Search code examples
javaignite

Ignite Java Thin Client - Connection fails when one node is down


We have an ignite cluster with 3 nodes and all services connect to the cluster using java thin client.

When one of the server node goes down and the services are trying to connect, few gets connection success and few are failing with ignite cluster unavailable error. so we debugged the source and found that, during ReliableChannel object construction, it selects a random node for connection and if that node is not available, it throws client connection exception.

Ideally, we would expect it to fallback to other nodes since other nodes are available in the cluster. we see the above mentioned logic is implemented in service method of the ReliableChannel class.

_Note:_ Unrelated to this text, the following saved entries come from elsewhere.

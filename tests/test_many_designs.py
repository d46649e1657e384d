"""Relations that hold for every design, on a crowd of them drawn at random."""

from dataclasses import replace

import numpy as np
import pytest

import femag as fm
from femag.design import whole_section
from femag.field.adapt import adapted_solution
from femag.field.design_problem import field_problem

pytestmark = pytest.mark.slow


def drawn_design(seed: int) -> fm.Design:
    random = np.random.default_rng(seed)
    post = random.uniform(2e-3, 25e-3)
    window = post * random.uniform(1.4, 2.6)
    height = post * random.uniform(0.5, 2.5)
    core = fm.PotCore(
        post_diameter=post,
        hole_diameter=post * random.choice([0.0, random.uniform(0.1, 0.8)]),
        window_diameter=window,
        outer_diameter=window * random.uniform(1.05, 1.4),
        window_height=height,
        height=height + post * random.uniform(0.2, 0.8),
    )
    gap = fm.Gap(post * 10 ** random.uniform(-3, -0.7), random.choice(["post", "all"]))
    curve = fm.FroehlichCurve(
        10 ** random.uniform(1, 5), random.uniform(0.3, 2.0), random.uniform(1, 10)
    )
    turns = int(random.integers(1, 200))
    ampere_turns = curve.saturation / 4e-7 / np.pi * gap.length * 10 ** random.uniform(-1, 0.5)
    return fm.Design(
        core=core,
        gaps=(gap,) if gap.length < 0.9 * height else (),
        windings=(fm.Winding(turns),),
        material=curve,
        current=ampere_turns / turns,
    )


@pytest.mark.parametrize("seed", range(30))
def test_relations_of_every_design(seed: int) -> None:
    design = drawn_design(seed)
    result = fm.solve(design)
    lower, upper = result.inductance.lower, result.inductance.upper
    assert 0.0 < lower < upper < lower * (1 + 2.1e-3)
    slack = 1.0 + 2 * design.tolerance
    assert result.incremental_inductance < result.apparent_inductance * (1 + 0.05)
    assert result.apparent_inductance < result.inductance.value * slack

    section = whole_section(design)
    whole, _ = adapted_solution(field_problem(design, section), design.current, design.tolerance)
    assert whole.coenergy.lower <= result.coenergy.upper
    assert result.coenergy.lower <= whole.coenergy.upper

    if design.gaps:
        wider = replace(design.gaps[0], length=1.02 * design.gaps[0].length)
        assert fm.solve(replace(design, gaps=(wider,))).inductance.lower < upper


def test_tightest_bounds_of_the_pot_core_hold_the_reference(pot_26_16: fm.Design) -> None:
    """650.1891 uH: computed for this project with NGSolve, order 7, elements down to 0.2 um."""
    bounds = fm.solve(pot_26_16, tolerance=1e-6).inductance
    assert bounds.lower < 650.18915e-6
    assert bounds.upper > 650.18905e-6
    assert bounds.relative_half_width < 1e-6
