"""The ripple in design files."""

from dataclasses import replace
from pathlib import Path

import numpy as np
import pytest

import femag as fm
from femag.design import design_hash
from femag.design_file import design_from_toml

HEAD = """\
[core]
size = "P 26/16"
material = { permeability = 2000 }
[[winding]]
turns = 50
[drive]
current = "3 A"
"""
PERIOD = "# scope\nt [us];note;I [mA]\n2;a;500\n6;b;1500\n12;c;500\n"


def ripple_of(lines: str) -> fm.Ripple | None:
    return design_from_toml(HEAD + lines).ripple


def test_keys_give_the_ripple() -> None:
    assert ripple_of("") is None
    assert ripple_of('ripple = "1 A"\nfrequency = "100 kHz"') == fm.Ripple(1.0, 1e5)
    found = ripple_of('ripple = "1 A"\nfrequency = "100 kHz"\nrise = 0.4\nshape = "triangle"')
    assert found == fm.Ripple(1.0, 1e5, rise=0.4)
    found = ripple_of('ripple = "8 A"\nfrequency = "50 Hz"\nshape = "sine"')
    assert found == fm.Ripple(8.0, 50.0, "sine")
    found = ripple_of('waveform = [[0, "1 A"], [0.4, "2 A"], [1, "1 A"]]\nfrequency = "1 kHz"')
    assert found == fm.Ripple.of_samples([[0, 1], [0.4, 2], [1, 1]], 1e3)


def test_a_file_of_one_period_gives_shape_and_frequency(tmp_path: Path) -> None:
    (tmp_path / "period.csv").write_text(PERIOD)
    design = tmp_path / "design.toml"
    design.write_text(HEAD + 'waveform = "period.csv"\n')
    ripple = fm.read_design(design).ripple
    assert ripple is not None
    assert ripple.frequency == pytest.approx(1e5)
    assert ripple.peak_to_peak == pytest.approx(1.0)
    phase = np.linspace(0.0, 1.0, 11)
    triangle = fm.Ripple(1.0, 1e5, rise=0.4)
    np.testing.assert_allclose(ripple.current(phase), triangle.current(phase), atol=1e-12)
    design.write_text(HEAD + 'waveform = "period.csv"\nfrequency = "20 kHz"\n')
    slower = fm.read_design(design).ripple
    assert slower is not None
    assert slower.frequency == 20e3


def test_a_period_that_nearly_closes_takes_the_mean_of_its_ends(tmp_path: Path) -> None:
    file = tmp_path / "period.csv"
    file.write_text("time (s)\tcurrent (A)\n0\t1,0\n1\t2,0\n2\t1,008\n")
    assert fm.read_ripple(file).samples == ((0.0, 1.004), (0.5, 2.0), (1.0, 1.004))


@pytest.mark.parametrize(
    "ripple",
    [
        fm.Ripple(1.0 / 3.0, 1e5 / 7.0, rise=0.3),
        fm.Ripple(2.0, 1e5, "sine"),
        fm.Ripple.of_samples([[0, 1 / 3], [1 / 7, 2.1], [0.6, -1.3], [1, 1 / 3]], 333.3),
    ],
)
def test_toml_out_and_in_keeps_the_ripple(pot_26_16: fm.Design, ripple: fm.Ripple) -> None:
    design = replace(pot_26_16, ripple=ripple)
    again = design_from_toml(fm.design_toml(design))
    assert again == design
    assert design_hash(again) == design_hash(design) != design_hash(pot_26_16)


def test_a_design_without_ripple_keeps_its_hash(pot_26_16: fm.Design) -> None:
    """Result files written before there was a ripple stay readable: the hash of then."""
    assert design_hash(pot_26_16) == OLD_HASH


OLD_HASH = "d8a5ea6ad25c8fa8179b55e91aa3bf28fcebbd48842d9ac3a42fd331b663fda0"

BAD = [
    ('ripple = "1 A"', "drive.frequency: missing; accepted: a frequency with its unit"),
    ('ripple = 1\nfrequency = "1 kHz"', "drive.ripple = 1: the unit is missing"),
    ('ripple = "0 A"\nfrequency = "1 kHz"', "drive.ripple = '0 A': out of range; accepted: 1e-12"),
    ('ripple = "1 A"\nfrequency = "0 Hz"', "drive.frequency = '0 Hz': out of range"),
    ('ripple = "1 A"\nfrequency = "1 kHz"\nrise = 1', "drive.rise = 1: out of range; accepted"),
    ('ripple = "1 A"\nfrequency = "1 kHz"\nshape = "saw"', "drive.shape = 'saw': not usable"),
    ('frequency = "1 kHz"', "drive.frequency = '1 kHz': needs a ripple; accepted: drive.ripple"),
    ("rise = 0.3", "drive.rise = 0.3: needs a ripple"),
    ('ripple = "1 A"\nwaveform = "x.csv"', "drive.ripple = '1 A': stands beside drive.waveform"),
    ('ripple = "1 A"\nfrequency = "1 Hz"\nshape = "sine"\nrise = 0.3', "a sine has no rise"),
    ("waveform = 3", "drive.waveform = 3: neither a path nor a list of pairs; accepted: the path"),
    ("waveform = [[0, 1]]", "drive.waveform = [[0, 1]]: the unit is missing"),
    ('waveform = [[0, "1 A"], 2]', "drive.waveform = [[0, '1 A'], 2]: not pairs"),
    ('waveform = [["0 s", "1 A"]]', "a share of the period is no number"),
    ('waveform = [[0, "1 A"], [1, "1 A"]]\nfrequency = "1 Hz"', "drive.waveform: not usable"),
]


@pytest.mark.parametrize(("lines", "message"), BAD)
def test_bad_keys_get_one_line(lines: str, message: str) -> None:
    with pytest.raises(fm.InputError) as caught:
        ripple_of(lines)
    assert message in str(caught.value)
    assert "\n" not in str(caught.value)


BAD_FILES = [
    ("", "no rows; accepted: a header line such as 't [us],I [A]'"),
    ("0 1\n1 2\n", "header = '0 1': one column"),
    ("t,I\n0,1\n1,2\n2,1\n", "header = 't': the unit is missing"),
    ("t [A],I [A]\n0,1\n", "header = 't [A]': 'A' is not a unit of this quantity"),
    ("t [s],U [V]\n0,1\n", "no column of current"),
    ("t [s],I [A],I [mA]\n0,1,1\n", "2 columns of current"),
    ("t [s],I [A]\n0,1\n1,x\n", "line 3 = 'x': not a number"),
    ("t [s],I [A]\n0,1\n1,2\n", "no period"),
    ("t [s],I [A]\n0,1\n2,2\n1,1\n", "no period"),
    ("t [s],I [A]\n0,1\n1,2\n2,1.2\n", "first and last current differ by 20 % of the ripple"),
    ("t [s],I [A]\n0,1\n1,1\n2,1\n", "drive.ripple = 0.0: out of range"),
]


@pytest.mark.parametrize(("text", "message"), BAD_FILES)
def test_a_bad_file_gets_one_line(tmp_path: Path, text: str, message: str) -> None:
    file = tmp_path / "period.csv"
    file.write_text(text)
    with pytest.raises(fm.InputError) as caught:
        fm.read_ripple(file)
    assert str(caught.value).startswith(f"{file}: ")
    assert message in str(caught.value)
    assert "\n" not in str(caught.value)


def test_a_file_that_cannot_be_read_is_named(tmp_path: Path) -> None:
    with pytest.raises(fm.InputError, match=r"none\.csv: cannot be read"):
        fm.read_ripple(tmp_path / "none.csv")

Is there any specific reason for not implementing fallback during object construction and only have it on service method (any options to connect to other nodes)?

Also, is there anyway we can control the order in which nodes are connected?

ReliableChannel code snippet

ReliableChannel(
        Function<ClientChannelConfiguration, Result<ClientChannel>> chFactory,
        ClientConfiguration clientCfg
    ) throws ClientException {
        if (chFactory == null)
            throw new NullPointerException("chFactory");

        if (clientCfg == null)
            throw new NullPointerException("clientCfg");

        this.chFactory = chFactory;
        this.clientCfg = clientCfg;

        List<InetSocketAddress> addrs = parseAddresses(clientCfg.getAddresses());

        primary = addrs.get(new Random().nextInt(addrs.size())); // we already verified there is at least one address

        ch = chFactory.apply(new ClientChannelConfiguration(clientCfg).setAddress(primary)).get();

        for (InetSocketAddress a : addrs)
            if (a != primary)
                this.backups.add(a);
    }


    public <T> T service(
        ClientOperation op,
        Consumer<BinaryOutputStream> payloadWriter,
        Function<BinaryInputStream, T> payloadReader
    ) throws ClientException {
        ClientConnectionException failure = null;

        T res = null;

        int totalSrvs = 1 + backups.size();

        svcLock.lock();
        try {
            for (int i = 0; i < totalSrvs; i++) {
                try {
                    if (failure != null)
                        changeServer();

                    if (ch == null)
                        ch = chFactory.apply(new ClientChannelConfiguration(clientCfg).setAddress(primary)).get();

                    long id = ch.send(op, payloadWriter);

                    res = ch.receive(op, id, payloadReader);

                    failure = null;

                    break;
                }
                catch (ClientConnectionException e) {
                    if (failure == null)
                        failure = e;
                    else
                        failure.addSuppressed(e);
                }
            }
        }
        finally {
            svcLock.unlock();
        }

        if (failure != null)
            throw failure;

        return res;
    }

Solution

  • This one will be fixed in Apache Ignite 2.8: IGNITE-11599

    Maybe it's already fixed in GridGain which backports such fixes.